Copy each line of the records that contains the word "beyond".
***
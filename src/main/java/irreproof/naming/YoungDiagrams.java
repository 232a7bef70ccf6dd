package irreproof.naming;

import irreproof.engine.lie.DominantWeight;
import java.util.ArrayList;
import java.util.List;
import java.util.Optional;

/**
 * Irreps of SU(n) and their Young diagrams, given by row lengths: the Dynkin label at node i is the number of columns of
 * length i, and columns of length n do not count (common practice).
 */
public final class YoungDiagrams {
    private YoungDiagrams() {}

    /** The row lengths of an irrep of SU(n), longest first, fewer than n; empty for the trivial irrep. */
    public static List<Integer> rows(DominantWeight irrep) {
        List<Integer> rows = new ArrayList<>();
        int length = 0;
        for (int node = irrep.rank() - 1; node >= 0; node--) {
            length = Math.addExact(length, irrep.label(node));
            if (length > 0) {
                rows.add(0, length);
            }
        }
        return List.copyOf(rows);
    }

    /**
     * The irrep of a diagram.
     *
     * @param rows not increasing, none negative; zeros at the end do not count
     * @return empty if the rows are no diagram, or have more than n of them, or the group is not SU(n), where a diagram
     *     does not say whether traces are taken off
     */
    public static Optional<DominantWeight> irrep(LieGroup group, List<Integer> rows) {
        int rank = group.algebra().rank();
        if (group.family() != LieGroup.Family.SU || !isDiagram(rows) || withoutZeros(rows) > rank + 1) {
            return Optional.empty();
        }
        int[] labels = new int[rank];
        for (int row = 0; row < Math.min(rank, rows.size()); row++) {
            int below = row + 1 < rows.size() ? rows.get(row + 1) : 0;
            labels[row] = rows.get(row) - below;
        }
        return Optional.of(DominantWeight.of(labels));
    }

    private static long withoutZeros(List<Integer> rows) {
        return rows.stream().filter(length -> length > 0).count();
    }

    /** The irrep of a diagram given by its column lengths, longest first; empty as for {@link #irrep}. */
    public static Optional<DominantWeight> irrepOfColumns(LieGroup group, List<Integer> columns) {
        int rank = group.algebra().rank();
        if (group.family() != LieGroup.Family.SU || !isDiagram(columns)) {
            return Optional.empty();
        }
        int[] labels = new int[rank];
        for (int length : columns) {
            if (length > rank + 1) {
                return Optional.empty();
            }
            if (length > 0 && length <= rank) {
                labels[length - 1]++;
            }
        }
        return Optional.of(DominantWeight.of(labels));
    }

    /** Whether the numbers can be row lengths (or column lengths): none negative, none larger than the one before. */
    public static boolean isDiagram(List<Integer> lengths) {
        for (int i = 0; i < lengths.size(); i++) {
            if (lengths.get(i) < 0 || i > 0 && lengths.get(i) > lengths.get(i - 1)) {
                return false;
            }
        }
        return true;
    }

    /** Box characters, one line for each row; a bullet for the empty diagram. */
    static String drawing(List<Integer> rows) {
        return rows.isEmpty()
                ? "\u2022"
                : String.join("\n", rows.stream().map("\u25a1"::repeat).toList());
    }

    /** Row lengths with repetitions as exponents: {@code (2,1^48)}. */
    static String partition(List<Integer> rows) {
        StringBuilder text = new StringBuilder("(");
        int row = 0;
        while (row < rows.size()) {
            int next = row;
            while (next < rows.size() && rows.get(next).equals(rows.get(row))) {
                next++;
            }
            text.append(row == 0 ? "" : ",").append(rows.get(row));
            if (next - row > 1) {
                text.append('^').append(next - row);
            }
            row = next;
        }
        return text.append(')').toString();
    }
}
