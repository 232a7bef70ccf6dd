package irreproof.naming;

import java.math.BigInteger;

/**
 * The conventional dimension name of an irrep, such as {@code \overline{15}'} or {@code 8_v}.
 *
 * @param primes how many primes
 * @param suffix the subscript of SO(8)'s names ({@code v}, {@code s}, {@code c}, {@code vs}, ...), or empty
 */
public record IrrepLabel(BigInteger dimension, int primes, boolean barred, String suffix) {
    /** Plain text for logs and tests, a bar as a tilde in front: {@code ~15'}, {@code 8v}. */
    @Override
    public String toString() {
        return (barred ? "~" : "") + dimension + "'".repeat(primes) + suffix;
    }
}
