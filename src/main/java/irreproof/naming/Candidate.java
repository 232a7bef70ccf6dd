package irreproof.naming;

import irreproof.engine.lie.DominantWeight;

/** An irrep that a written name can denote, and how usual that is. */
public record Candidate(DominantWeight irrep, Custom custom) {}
***
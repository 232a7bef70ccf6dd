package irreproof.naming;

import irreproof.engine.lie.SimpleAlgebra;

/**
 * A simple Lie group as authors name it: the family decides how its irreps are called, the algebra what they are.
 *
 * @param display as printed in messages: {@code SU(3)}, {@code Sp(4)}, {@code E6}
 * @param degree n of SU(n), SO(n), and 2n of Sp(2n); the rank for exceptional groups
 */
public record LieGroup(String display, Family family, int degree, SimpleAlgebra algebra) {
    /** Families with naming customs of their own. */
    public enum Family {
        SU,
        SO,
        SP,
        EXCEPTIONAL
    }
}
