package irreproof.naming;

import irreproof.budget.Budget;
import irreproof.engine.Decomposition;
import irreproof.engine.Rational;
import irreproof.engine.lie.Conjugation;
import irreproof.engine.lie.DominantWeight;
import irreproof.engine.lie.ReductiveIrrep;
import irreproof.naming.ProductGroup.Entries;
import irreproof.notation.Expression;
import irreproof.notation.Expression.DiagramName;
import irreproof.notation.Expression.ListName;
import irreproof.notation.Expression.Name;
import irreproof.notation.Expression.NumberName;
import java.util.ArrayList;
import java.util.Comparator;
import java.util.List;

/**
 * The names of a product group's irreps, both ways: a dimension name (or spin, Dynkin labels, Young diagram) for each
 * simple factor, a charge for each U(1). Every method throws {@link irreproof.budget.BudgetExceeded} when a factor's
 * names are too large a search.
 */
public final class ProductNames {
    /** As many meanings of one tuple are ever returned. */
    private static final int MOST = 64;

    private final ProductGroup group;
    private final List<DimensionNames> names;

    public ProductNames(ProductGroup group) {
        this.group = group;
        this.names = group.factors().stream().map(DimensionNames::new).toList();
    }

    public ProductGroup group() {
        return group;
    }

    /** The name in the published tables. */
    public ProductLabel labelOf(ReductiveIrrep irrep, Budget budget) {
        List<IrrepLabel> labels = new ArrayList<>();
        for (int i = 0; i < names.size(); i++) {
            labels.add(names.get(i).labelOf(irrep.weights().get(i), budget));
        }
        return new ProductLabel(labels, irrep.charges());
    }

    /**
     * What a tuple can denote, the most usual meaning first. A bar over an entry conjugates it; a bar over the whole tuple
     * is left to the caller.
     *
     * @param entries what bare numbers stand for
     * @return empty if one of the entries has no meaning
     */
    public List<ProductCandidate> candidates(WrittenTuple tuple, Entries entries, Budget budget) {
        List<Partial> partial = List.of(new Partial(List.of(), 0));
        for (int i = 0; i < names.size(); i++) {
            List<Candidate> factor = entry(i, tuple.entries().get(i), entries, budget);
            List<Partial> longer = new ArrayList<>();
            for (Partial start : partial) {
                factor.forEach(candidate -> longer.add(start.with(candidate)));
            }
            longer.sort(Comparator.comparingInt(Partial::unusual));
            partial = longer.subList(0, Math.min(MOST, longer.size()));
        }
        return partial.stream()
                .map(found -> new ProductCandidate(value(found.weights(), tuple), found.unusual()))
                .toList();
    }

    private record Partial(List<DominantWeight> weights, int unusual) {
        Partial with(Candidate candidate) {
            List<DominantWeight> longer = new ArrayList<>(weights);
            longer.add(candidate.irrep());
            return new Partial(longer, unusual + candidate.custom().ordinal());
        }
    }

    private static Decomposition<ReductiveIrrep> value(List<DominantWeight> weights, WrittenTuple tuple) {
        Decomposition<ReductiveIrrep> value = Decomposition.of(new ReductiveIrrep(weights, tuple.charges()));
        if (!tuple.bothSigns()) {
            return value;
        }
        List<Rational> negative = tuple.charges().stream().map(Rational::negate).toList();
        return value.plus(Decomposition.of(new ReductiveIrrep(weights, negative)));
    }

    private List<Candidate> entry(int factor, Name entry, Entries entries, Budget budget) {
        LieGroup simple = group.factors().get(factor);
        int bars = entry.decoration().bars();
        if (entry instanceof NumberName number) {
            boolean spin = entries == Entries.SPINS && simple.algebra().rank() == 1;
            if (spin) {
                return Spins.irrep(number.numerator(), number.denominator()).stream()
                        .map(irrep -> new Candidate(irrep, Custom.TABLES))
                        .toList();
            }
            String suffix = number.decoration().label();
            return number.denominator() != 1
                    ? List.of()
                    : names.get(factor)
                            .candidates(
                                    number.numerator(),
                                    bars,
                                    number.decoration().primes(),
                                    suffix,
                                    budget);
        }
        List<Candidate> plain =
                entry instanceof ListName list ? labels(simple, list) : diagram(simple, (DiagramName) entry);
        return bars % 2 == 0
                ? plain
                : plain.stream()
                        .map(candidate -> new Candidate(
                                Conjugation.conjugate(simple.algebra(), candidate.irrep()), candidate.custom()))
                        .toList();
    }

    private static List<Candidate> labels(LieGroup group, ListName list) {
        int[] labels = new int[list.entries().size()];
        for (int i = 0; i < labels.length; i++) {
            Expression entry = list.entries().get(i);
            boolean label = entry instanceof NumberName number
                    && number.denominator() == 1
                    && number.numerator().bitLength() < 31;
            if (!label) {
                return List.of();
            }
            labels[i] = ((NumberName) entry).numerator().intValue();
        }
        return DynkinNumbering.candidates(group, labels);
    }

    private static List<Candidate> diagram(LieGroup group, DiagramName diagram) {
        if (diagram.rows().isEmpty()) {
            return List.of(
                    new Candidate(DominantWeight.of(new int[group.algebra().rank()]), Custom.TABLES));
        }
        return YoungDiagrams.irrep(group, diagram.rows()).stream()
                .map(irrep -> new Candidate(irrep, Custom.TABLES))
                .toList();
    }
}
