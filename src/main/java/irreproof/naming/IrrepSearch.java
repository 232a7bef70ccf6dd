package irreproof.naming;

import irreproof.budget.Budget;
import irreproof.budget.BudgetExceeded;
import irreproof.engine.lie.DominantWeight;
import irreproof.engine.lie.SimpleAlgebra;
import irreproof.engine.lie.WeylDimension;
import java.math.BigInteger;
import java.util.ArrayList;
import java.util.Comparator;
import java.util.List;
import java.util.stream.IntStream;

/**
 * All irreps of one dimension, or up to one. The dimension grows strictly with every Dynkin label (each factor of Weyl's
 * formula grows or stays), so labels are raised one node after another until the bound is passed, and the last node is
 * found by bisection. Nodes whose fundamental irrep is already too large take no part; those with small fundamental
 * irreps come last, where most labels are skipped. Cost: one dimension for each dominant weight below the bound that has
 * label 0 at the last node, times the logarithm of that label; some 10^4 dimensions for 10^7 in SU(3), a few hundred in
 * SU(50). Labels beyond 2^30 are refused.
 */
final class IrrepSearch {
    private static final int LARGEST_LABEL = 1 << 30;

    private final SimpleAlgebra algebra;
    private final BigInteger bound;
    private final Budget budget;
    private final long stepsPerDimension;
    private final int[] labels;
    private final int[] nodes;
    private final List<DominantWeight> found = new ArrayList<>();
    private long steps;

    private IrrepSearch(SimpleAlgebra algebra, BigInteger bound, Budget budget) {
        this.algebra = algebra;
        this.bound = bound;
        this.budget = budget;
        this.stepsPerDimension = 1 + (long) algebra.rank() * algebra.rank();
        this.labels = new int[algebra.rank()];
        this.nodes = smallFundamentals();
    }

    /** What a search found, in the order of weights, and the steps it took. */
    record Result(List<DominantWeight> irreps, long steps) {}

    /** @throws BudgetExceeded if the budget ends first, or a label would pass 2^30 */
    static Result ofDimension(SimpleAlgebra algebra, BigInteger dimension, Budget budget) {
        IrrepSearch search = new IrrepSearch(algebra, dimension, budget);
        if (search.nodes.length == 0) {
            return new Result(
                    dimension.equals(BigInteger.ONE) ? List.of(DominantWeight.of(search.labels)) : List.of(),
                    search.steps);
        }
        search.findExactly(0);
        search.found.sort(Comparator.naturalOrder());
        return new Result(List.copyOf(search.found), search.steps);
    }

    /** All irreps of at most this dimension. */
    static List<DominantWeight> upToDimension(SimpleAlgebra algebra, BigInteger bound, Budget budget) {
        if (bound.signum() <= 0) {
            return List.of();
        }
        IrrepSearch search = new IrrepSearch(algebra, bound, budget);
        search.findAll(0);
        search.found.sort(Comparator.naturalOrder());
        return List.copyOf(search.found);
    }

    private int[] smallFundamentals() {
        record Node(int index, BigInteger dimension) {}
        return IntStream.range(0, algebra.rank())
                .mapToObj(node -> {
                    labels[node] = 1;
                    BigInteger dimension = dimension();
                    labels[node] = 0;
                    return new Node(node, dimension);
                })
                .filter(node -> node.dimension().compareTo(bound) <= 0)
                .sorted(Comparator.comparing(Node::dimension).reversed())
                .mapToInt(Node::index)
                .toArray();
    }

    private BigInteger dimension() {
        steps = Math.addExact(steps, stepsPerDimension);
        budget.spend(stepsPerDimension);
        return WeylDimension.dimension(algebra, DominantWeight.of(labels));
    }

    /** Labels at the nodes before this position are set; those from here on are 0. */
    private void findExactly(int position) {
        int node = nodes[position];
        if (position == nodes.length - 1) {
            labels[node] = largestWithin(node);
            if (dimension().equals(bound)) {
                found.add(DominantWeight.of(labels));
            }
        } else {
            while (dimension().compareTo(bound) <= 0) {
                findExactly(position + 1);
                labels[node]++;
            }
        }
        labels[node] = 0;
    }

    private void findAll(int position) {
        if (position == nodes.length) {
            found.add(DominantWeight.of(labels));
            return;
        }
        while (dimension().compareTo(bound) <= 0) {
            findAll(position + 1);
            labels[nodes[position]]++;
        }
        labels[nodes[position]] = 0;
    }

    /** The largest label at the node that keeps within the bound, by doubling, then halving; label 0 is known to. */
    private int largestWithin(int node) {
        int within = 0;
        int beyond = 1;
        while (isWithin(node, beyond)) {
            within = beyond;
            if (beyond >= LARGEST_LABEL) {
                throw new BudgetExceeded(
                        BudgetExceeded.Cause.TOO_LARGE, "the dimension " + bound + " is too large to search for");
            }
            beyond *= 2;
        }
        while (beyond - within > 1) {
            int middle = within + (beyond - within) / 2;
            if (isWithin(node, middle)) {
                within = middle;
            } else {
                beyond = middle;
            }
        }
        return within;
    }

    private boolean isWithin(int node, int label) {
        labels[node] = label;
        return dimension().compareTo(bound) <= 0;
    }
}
***
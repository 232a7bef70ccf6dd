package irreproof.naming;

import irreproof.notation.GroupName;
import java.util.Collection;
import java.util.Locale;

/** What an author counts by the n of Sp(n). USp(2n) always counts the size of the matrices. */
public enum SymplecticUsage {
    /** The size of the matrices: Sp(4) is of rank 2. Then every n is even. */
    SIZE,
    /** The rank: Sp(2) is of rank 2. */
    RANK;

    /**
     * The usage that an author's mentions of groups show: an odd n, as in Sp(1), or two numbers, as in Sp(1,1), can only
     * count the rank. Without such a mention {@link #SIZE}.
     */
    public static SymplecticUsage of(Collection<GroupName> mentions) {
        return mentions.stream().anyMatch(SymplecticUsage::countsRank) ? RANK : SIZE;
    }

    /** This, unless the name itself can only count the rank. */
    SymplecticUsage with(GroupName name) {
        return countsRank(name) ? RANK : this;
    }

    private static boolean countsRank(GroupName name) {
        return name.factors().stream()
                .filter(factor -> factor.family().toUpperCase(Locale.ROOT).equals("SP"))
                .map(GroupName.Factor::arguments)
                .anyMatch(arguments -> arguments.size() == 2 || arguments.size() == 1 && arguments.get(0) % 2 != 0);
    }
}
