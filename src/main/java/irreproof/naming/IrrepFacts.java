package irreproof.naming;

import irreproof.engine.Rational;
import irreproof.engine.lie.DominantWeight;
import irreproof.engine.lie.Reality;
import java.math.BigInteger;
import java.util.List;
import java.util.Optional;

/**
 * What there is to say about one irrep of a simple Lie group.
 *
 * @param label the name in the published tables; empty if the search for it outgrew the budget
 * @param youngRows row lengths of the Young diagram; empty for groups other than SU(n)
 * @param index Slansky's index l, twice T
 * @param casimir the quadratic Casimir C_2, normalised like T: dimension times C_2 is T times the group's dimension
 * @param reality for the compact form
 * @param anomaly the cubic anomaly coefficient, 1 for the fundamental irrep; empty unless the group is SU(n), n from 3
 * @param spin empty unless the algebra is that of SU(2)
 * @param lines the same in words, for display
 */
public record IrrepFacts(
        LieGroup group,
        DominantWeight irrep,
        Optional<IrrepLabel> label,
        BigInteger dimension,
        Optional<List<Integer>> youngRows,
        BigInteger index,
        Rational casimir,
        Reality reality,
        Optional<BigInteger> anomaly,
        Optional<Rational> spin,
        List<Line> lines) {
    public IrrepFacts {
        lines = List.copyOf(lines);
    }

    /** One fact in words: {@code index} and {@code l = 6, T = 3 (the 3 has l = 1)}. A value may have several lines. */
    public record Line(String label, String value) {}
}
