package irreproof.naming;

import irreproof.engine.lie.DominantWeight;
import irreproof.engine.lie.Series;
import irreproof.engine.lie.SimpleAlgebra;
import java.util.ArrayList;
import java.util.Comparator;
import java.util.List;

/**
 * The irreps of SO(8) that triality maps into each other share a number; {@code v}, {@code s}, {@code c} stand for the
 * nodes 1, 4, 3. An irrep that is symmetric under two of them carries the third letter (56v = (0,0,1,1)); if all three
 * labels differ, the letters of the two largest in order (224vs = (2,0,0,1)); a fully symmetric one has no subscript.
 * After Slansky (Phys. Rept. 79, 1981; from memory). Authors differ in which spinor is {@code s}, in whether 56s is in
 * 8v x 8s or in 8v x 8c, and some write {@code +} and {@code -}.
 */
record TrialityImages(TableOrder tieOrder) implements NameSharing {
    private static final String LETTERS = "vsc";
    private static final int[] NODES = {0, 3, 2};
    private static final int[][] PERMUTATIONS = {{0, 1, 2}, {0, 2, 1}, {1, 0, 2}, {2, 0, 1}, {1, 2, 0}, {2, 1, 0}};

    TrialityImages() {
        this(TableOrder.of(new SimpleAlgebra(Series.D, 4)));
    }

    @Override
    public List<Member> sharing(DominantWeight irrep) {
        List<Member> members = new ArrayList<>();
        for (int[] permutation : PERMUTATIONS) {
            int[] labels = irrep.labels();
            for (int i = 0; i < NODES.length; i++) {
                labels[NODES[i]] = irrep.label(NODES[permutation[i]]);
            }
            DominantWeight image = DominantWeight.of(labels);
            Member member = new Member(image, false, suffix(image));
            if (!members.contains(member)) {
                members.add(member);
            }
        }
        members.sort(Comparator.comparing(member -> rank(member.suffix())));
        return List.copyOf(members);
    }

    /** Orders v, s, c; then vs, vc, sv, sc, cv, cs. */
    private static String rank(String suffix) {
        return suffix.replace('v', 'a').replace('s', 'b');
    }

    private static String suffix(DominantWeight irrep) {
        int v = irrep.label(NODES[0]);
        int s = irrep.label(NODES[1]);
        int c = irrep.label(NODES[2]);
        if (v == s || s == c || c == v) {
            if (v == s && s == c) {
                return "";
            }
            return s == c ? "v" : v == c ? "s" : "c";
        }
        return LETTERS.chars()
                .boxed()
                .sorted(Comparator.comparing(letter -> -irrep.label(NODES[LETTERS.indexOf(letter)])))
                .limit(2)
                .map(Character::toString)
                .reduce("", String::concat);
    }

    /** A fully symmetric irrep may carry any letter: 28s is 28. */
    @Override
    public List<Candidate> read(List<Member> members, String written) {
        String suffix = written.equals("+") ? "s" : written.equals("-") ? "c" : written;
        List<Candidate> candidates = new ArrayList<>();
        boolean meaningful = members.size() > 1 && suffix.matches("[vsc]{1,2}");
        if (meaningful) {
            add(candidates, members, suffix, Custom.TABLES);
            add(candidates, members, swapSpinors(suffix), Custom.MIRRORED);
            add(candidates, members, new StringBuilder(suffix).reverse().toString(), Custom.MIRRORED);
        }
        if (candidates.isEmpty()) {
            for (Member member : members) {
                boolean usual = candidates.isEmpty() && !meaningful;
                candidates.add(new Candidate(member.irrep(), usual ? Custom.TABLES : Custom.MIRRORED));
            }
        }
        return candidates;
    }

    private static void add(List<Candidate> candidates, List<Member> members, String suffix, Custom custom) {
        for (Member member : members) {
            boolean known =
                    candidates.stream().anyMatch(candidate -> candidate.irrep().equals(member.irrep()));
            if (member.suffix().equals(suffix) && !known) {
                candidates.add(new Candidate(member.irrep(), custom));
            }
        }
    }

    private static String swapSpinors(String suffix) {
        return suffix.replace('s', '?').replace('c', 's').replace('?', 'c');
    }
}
***
> _Worked solution_
 * SU(50). Labels beyond 2^30 are refused.
        int beyond = 1;
        while (isWithin(node, beyond)) {
            within = beyond;
            if (beyond >= LARGEST_LABEL) {
            beyond *= 2;
        while (beyond - within > 1) {
            int middle = within + (beyond - within) / 2;
                beyond = middle;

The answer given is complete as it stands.